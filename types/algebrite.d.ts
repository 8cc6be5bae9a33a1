declare module "algebrite" {
  export function run(expression: string): string;
  export function clearall(): void;
  const Algebrite: { run(expression: string): string; clearall(): void };
  export default Algebrite;
}
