def fit_background(ridges, geom0, free=DEFAULT_FREE, *, bias=None,
                   loss: str = "cauchy", f_scale: float = 2.0,
                   inner_rounds: int = 2, max_nfev: int = 200,
                   cluster_cells=(4, 8)) -> BackgroundFit:
    """Fit the background disk to traced ridge points.

    Parameters
    ----------
    ridges : kinkfit.trace.Ridges
        Traced points (at least ``len(free) + 1``).
    geom0 : kinkfit.geometry.DiskGeometry
        Start geometry; parameters not in ``free`` stay as given (rotation
        sense, distance, radial extent and a separately given back surface
        are always fixed).
    free : sequence of str
        Names from :data:`PARAMETERS`.
    bias : ndarray, shape (npoints,), optional
        Beam-smearing bias of each point along the gradient, arcsec,
        subtracted from the measured offsets.
    loss : {'cauchy', 'soft_l1', 'huber', 'arctan', 'linear'}
        Robust loss of ``scipy.optimize.least_squares``; Cauchy (default)
        down-weights a planet's kink more firmly than soft-l1, which let
        the kink pull the PA by ~3 sigma in our synthetic tests.
    f_scale : float
        Residual scale (sigma units) where the loss turns robust.
    inner_rounds : int
        Re-evaluations of the gradient normalisation ``g_i`` at the updated
        geometry.
    max_nfev : int
        Function evaluations per round.
    cluster_cells : (int, int) or None
        Radial (equal-count) and azimuthal cells of the disk that define the
        clusters of the cluster-robust covariance used to inflate the errors
        for spatially correlated residuals; None disables.

    Returns
    -------
    BackgroundFit

    Raises
    ------
    ConfigError
        Unknown parameter name or too few points.
    ConvergenceError
        The optimiser failed.
    """
    free = tuple(free)
    for name in free:
        if name not in PARAMETERS:
            raise ConfigError(f"unknown background parameter {name!r} "
                              f"(known: {', '.join(PARAMETERS)})", key="free",
                              value=name)
    x, y, v, sig, surf = _residual_parts(ridges)
    n = x.size
    if n < len(free) + 1:
        raise ConfigError(f"background fit needs more than {len(free)} traced "
                          f"points, got {n}", key="ridges", value=n)
    b = np.zeros(n) if bias is None else np.nan_to_num(np.asarray(bias, float))
    start = np.array([_get(geom0, k) for k in free])
    scale = np.array([PARAMETERS[k][1] for k in free])
    lo = np.array([PARAMETERS[k][2] for k in free])
    hi = np.array([PARAMETERS[k][3] for k in free])
    lo_p = (lo - start) / scale
    hi_p = (hi - start) / scale
    p = np.zeros(len(free))
    p = np.clip(p, lo_p + 1e-9, hi_p - 1e-9)

    def geom_of(pvec):
        return _set(geom0, dict(zip(free, start + scale * pvec)))

    nfev = 0
    res = None
    g_ref = _gradient(geom0, x, y, surf)
    for _ in range(max(1, int(inner_rounds))):
        g = np.where(np.isfinite(g_ref) & (g_ref > 0), g_ref, np.nan)

        def fun(pvec):
            try:
                gm = geom_of(pvec)
            except Exception:          # out-of-range trial geometry
                return np.full(n, OFF_LAYER_RESIDUAL)
            e = ((_velocity(gm, x, y, surf) - v) / g - b) / sig
            return np.where(np.isfinite(e), e, OFF_LAYER_RESIDUAL)

        res = least_squares(fun, p, jac="2-point", bounds=(lo_p, hi_p),
                            loss=loss, f_scale=f_scale, x_scale=1.0,
                            diff_step=1e-3, max_nfev=max_nfev, method="trf")
        nfev += int(res.nfev)
        p = res.x
        g_ref = _gradient(geom_of(p), x, y, surf)
    if res is None or res.status < 0:
        raise ConvergenceError(f"background fit failed: "
                               f"{getattr(res, 'message', 'no result')}")
    e = res.fun
    scat = float(1.4826 * np.median(np.abs(e)))
    J = res.jac
    try:
        cov_p = np.linalg.inv(J.T @ J) * scat ** 2
    except np.linalg.LinAlgError:
        cov_p = np.full((len(free), len(free)), np.nan)
    # correlated points (neighbours along a ridge, overlapping line
    # profiles in adjacent channels, shared smearing-bias errors): inflate
    # by the cluster-robust (sandwich) covariance over blocks of channels
    inflation, nclus = 1.0, 0
    if cluster_cells and np.all(np.isfinite(cov_p)):
        z = (e / f_scale) ** 2
        w = {"soft_l1": 1.0 / np.sqrt(1.0 + z), "cauchy": 1.0 / (1.0 + z),
             "huber": np.where(z <= 1, 1.0, 1.0 / np.sqrt(np.maximum(z, 1e-300))),
             "arctan": 1.0 / (1.0 + z ** 2)}.get(loss, np.ones_like(z))
        rt = e * np.sqrt(w)
        block = _disk_cells(geom_of(p), x, y, surf, cluster_cells)
        groups = np.unique(block)
        nclus = groups.size
        if nclus > 2 * len(free):
            Ainv = np.linalg.inv(J.T @ J)
            S = np.array([J[block == gk].T @ rt[block == gk] for gk in groups])
            cov_cl = Ainv @ (S.T @ S) @ Ainv * nclus / (nclus - 1)
            ratio = np.diag(cov_cl) / np.diag(cov_p)
            inflation = float(max(1.0, np.median(ratio)))
            cov_p = cov_p * inflation
    cov = cov_p * np.outer(scale, scale)
    err = np.sqrt(np.clip(np.diag(cov), 0, None))
    values = start + scale * p
    fit = BackgroundFit(
        geometry=geom_of(p), names=free, values=values, errors=err,
        covariance=cov, start=start, residuals=e, scatter=scat,
        inlier=np.abs(e) < 3.0 * max(scat, 1.0), success=bool(res.success),
        message=str(res.message), nfev=nfev, loss=loss, f_scale=float(f_scale))
    log.info("background fit: %s", fit.summary().replace("\n", "; "))
    return fit
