def draw_overlays(img: np.ndarray, overlays: Iterable[object], *, max_side: int | None = None,
                  scale_bar: ScaleBar | None = None, legend: bool = True) -> np.ndarray:
    """Draw measurement overlays on an image.

    Parameters
    ----------
    img : ndarray
        Grey (H, W) float in [0, 1] or uint8/uint16, or (H, W, 3) RGB uint8. Not modified.
    overlays : iterable
        :mod:`profilecheck.overlays` primitives (``Segment``, ``InfiniteLine``, ``Polyline``,
        ``Arc``, ``Marker``, ``Label``, ``ScaleBar``) in image px, (x, y) = (col, row).
        Unknown objects are skipped (a newer primitive must not stop a report).
    max_side : int, optional
        If given and the longer image side exceeds it, the picture is shrunk (area
        averaging) so its longer side is ``max_side`` px; overlay coordinates are mapped with
        the pixel-centre convention, ``x' = (x + 0.5) s - 0.5``.
    scale_bar : ScaleBar, optional
        Extra scale bar (in full-size px), drawn lower-left like one in ``overlays``.
    legend : bool
        Draw a key of the styles used (pattern + name) in the upper-right corner.

    Returns
    -------
    ndarray
        (H', W', 3) uint8 RGB.

    Notes
    -----
    Each stroke is drawn twice: a wider halo in a contrasting colour, then the stroke, so
    lines read on the bright field and on the dark silhouette alike. Dashed patterns are
    cut along the arc length of the densified path. Text uses a Hershey font, which is
    ASCII only: '±', 'µ', '°' are written '+/-', 'u', ' deg'.

    Examples
    --------
    >>> import numpy as np
    >>> from profilecheck.overlays import Segment
    >>> out = draw_overlays(np.ones((40, 60)), [Segment((5, 20), (55, 20))], legend=False)
    >>> out.shape, out.dtype.name
    ((40, 60, 3), 'uint8')
    """
    if max_side is not None:
        if isinstance(max_side, bool) or not isinstance(max_side, (int, np.integer)):
            raise TypeError(f"max_side must be an int, got {type(max_side).__name__}")
        if max_side < 16:
            raise ValueError(f"max_side must be >= 16 px, got {max_side}")
    rgb = to_rgb8(img)
    h0, w0 = rgb.shape[:2]
    s = 1.0
    if max_side is not None and max(h0, w0) > max_side:
        import cv2

        s = max_side / max(h0, w0)
        size = (max(1, int(round(w0 * s))), max(1, int(round(h0 * s))))
        rgb = cv2.resize(rgb, size, interpolation=cv2.INTER_AREA)
        s = size[0] / w0  # the exact factor used along x (y differs by < 1 px in rounding)
    canvas = _Canvas(rgb, s)
    items = list(overlays)
    if scale_bar is not None:
        items.append(scale_bar)
    used: list[str] = []
    bars: list[ScaleBar] = []
    labels: list[Label] = []
    for ov in items:  # strokes first, text last so labels sit on top
        if isinstance(ov, ScaleBar):
            bars.append(ov)
            continue
        if isinstance(ov, Label):
            labels.append(ov)
            continue
        if canvas.draw(ov) and ov.style not in used:
            used.append(ov.style)
    for lab in labels:
        canvas.label(lab)
    for i, bar in enumerate(bars):
        canvas.scale_bar(bar, i)
    if legend and used:
        canvas.legend(used)
    return canvas.img


def encode_png(rgb: np.ndarray) -> bytes:
    """PNG bytes of an (H, W, 3) uint8 RGB image."""
    import cv2

    if not (isinstance(rgb, np.ndarray) and rgb.ndim == 3 and rgb.shape[2] == 3
            and rgb.dtype == np.uint8):
        raise ValueError("rgb must be an (H, W, 3) uint8 array")
    ok, buf = cv2.imencode(".png", np.ascontiguousarray(rgb[:, :, ::-1]))
    if not ok:  # pragma: no cover - cv2 failure
        raise ImageError("could not encode the annotated image as PNG")
    return buf.tobytes()


def write_annotated_png(path: str | os.PathLike[str], img: np.ndarray,
                        overlays: Iterable[object], *, max_side: int | None = None,
                        scale_bar: ScaleBar | None = None) -> bytes:
    """Draw ``overlays`` on ``img`` and write a PNG at ``path`` atomically.

    The file is written to a temporary name in the same folder, flushed and renamed, so a
    failure leaves any existing file untouched. Returns the PNG bytes (for embedding in a
    job sheet).
    """
    data = encode_png(draw_overlays(img, overlays, max_side=max_side, scale_bar=scale_bar))
    write_bytes_atomic(path, data)
    return data


def write_bytes_atomic(path: str | os.PathLike[str], data: bytes) -> None:
    """Write ``data`` to ``path`` atomically (temp file in the same folder, fsync, rename)."""
    atomic_write_bytes(path, data)


def label_text(text: str, style: str) -> str:
    """The text a :class:`~profilecheck.overlays.Label` shows: ASCII, and for a verdict
    style ('pass', 'fail', 'undecided') with its word added unless already present, so the
    verdict never rests on colour alone."""
    pen = pen_for(style)
    out = ascii_text(text)
    if pen.word and pen.word.lower() not in out.lower():
        out = f"{out} [{pen.word}]" if out else pen.word
    return out


def ascii_text(text: str) -> str:
    """Transliterate the few non-ASCII symbols reports use; drop anything else."""
    out = "".join(_ASCII.get(ch, ch) for ch in str(text))
    return out.encode("ascii", "replace").decode("ascii")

→ Aim of the task
Out of the data above, set down the lines from the one with "if scale_bar is" to the one with "labels.append(ov)", both included, exactly as written and with no additions.

→ Final answer
    if scale_bar is not None:
        items.append(scale_bar)
    used: list[str] = []
    bars: list[ScaleBar] = []
    labels: list[Label] = []
    for ov in items:  # strokes first, text last so labels sit on top
        if isinstance(ov, ScaleBar):
            bars.append(ov)
            continue
        if isinstance(ov, Label):
            labels.append(ov)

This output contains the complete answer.